- _Your assignment_: Give again, exactly as written, each line of the material below starting at the line that contains "# Columns are" and ending at the line that contains "depth from boundary". Both ends count, and no other line does.

(Beginning of Supplied material)

"""Direct light: transmission from any altitude toward the sun, the planet's shadow exact."""

from concurrent.futures import ThreadPoolExecutor
from dataclasses import dataclass

import numpy as np
from numpy.typing import NDArray

from skychart.sky.shells import Shells, tangent_altitude

Array = NDArray[np.float64]

THREADS = 2  # numpy lets other threads work; more would not pay
_STEP_DEG = 0.0625
# Columns are computed on coarser steps, as the air mass bends little over them: (up to this zenith angle, every)
_COMPUTED = ((60.0, 1.0), (75.0, 0.5), (85.0, 0.25))


def _depth_above(shells: Shells, start: int, cos_zenith: Array) -> Array:
    """Optical depth from boundary ``start`` to space for rays that go up, ``cos_zenith`` >= 0: (..., wavelength)."""
    tangent = tangent_altitude(shells.altitude_km[start], cos_zenith, shells.planet_radius_km)
    return shells.slant_factors(tangent, start) @ shells.extinction_depth[start:]


def _depth_around(shells: Shells, start: int, cos_zenith: Array) -> Array:
    """The same for rays that go down first, twice through the layers below; none is lower than one that grazes."""
    tangent = np.maximum(tangent_altitude(shells.altitude_km[start], cos_zenith, shells.planet_radius_km), 0.0)
    crossings = np.where(np.arange(len(shells.extinction_depth)) >= start, 1.0, 2.0)
    return shells.slant_factors(tangent) @ (crossings[:, None] * shells.extinction_depth)


def lit(altitude_km: Array, cos_zenith: Array, planet_radius_km: float) -> NDArray[np.bool_]:
    """Whether a straight ray from ``altitude_km`` toward the sun clears the planet; broadcasts."""
    return (cos_zenith >= 0) | (tangent_altitude(altitude_km, cos_zenith, planet_radius_km) >= 0)


def transmission(shells: Shells, start: int, cos_zenith: Array) -> Array:
    """Transmission from boundary ``start`` toward the sun, shape (..., wavelength); 0 in the shadow."""
    cosine = np.asarray(cos_zenith, dtype=float)
    up = _depth_above(shells, start, np.maximum(cosine, 0))
    around = _depth_around(shells, start, np.minimum(cosine, 0))
    clear = lit(shells.altitude_km[start], cosine, shells.planet_radius_km)
    return np.where(clear[..., None], np.exp(-np.where(cosine[..., None] >= 0, up, around)), 0.0)


@dataclass(frozen=True, eq=False)
class SunTable:
    """Transmission toward the sun, tabulated on (boundary, solar zenith angle every 1/16 degree, wavelength).

    Beyond the shadow's edge the table goes on smoothly, so that interpolation knows no edge; ``at`` cuts it exactly.
    """

    shells: Shells
    values: NDArray[np.float32]  # (boundary, zenith angle, wavelength)
    edge: Array  # (boundary,), zenith angle of the shadow's edge in steps of the table

    @classmethod
    def of(cls, shells: Shells) -> "SunTable":
        """Tabulate for every boundary of ``shells``."""
        radius = shells.planet_radius_km
        dip = np.degrees(np.arccos(radius / (radius + shells.altitude_km[-1])))
        uniform = np.arange(0.0, 90.0 + dip + 2 * _STEP_DEG, _STEP_DEG)
        computed = _computed_angles(uniform)
        values = np.empty((len(shells.altitude_km), len(uniform), shells.extinction_depth.shape[1]), np.float32)
        place = np.interp(uniform, computed, np.arange(len(computed)))
        low = np.minimum(place.astype(int), len(computed) - 2)
        part = (place - low)[:, None]
        cosine = np.cos(np.radians(computed))
        up = cosine >= 0

        def fill(start: int) -> None:
            depth = np.concatenate([_depth_above(shells, start, cosine[up]), _depth_around(shells, start, cosine[~up])])
            values[start] = np.exp(-(depth[low] + part * (depth[low + 1] - depth[low])))

        with ThreadPoolExecutor(THREADS) as pool:
            list(pool.map(fill, range(len(shells.altitude_km))))
        horizon = 90 + np.degrees(np.arccos(radius / (radius + shells.altitude_km)))
        return cls(shells, values, horizon / _STEP_DEG)

    def at(self, boundary: NDArray[np.intp], cos_zenith: Array) -> NDArray[np.float32]:
        """Transmission toward the sun from ``boundary`` (index), (..., wavelength); arguments broadcast to (...)."""
        angles = self.values.shape[1]
        place = np.arccos(cos_zenith) * (180 / np.pi / _STEP_DEG)
        clear = place <= self.edge[boundary]
        low = np.minimum(place.astype(np.intp), angles - 2)
        part = ((place - low) * clear).astype(np.float32)[..., None]
        rest = clear[..., None] - part
        flat = self.values.reshape(-1, self.values.shape[2])
        row = low + boundary * angles
        return rest * flat.take(row, axis=0) + part * flat.take(row + 1, axis=0)


def _computed_angles(uniform: Array) -> Array:
    keep = np.ones(len(uniform), bool)
    below = 0.0
    for limit, every in _COMPUTED:
        inside = (uniform >= below) & (uniform < limit)
        keep &= ~inside | (np.round(uniform / _STEP_DEG) % round(every / _STEP_DEG) == 0)
        below = limit
    return uniform[keep]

(End of Supplied material)

- _Expected answer_:
# Columns are computed on coarser steps, as the air mass bends little over them: (up to this zenith angle, every)
_COMPUTED = ((60.0, 1.0), (75.0, 0.5), (85.0, 0.25))


def _depth_above(shells: Shells, start: int, cos_zenith: Array) -> Array:
    """Optical depth from boundary ``start`` to space for rays that go up, ``cos_zenith`` >= 0: (..., wavelength)."""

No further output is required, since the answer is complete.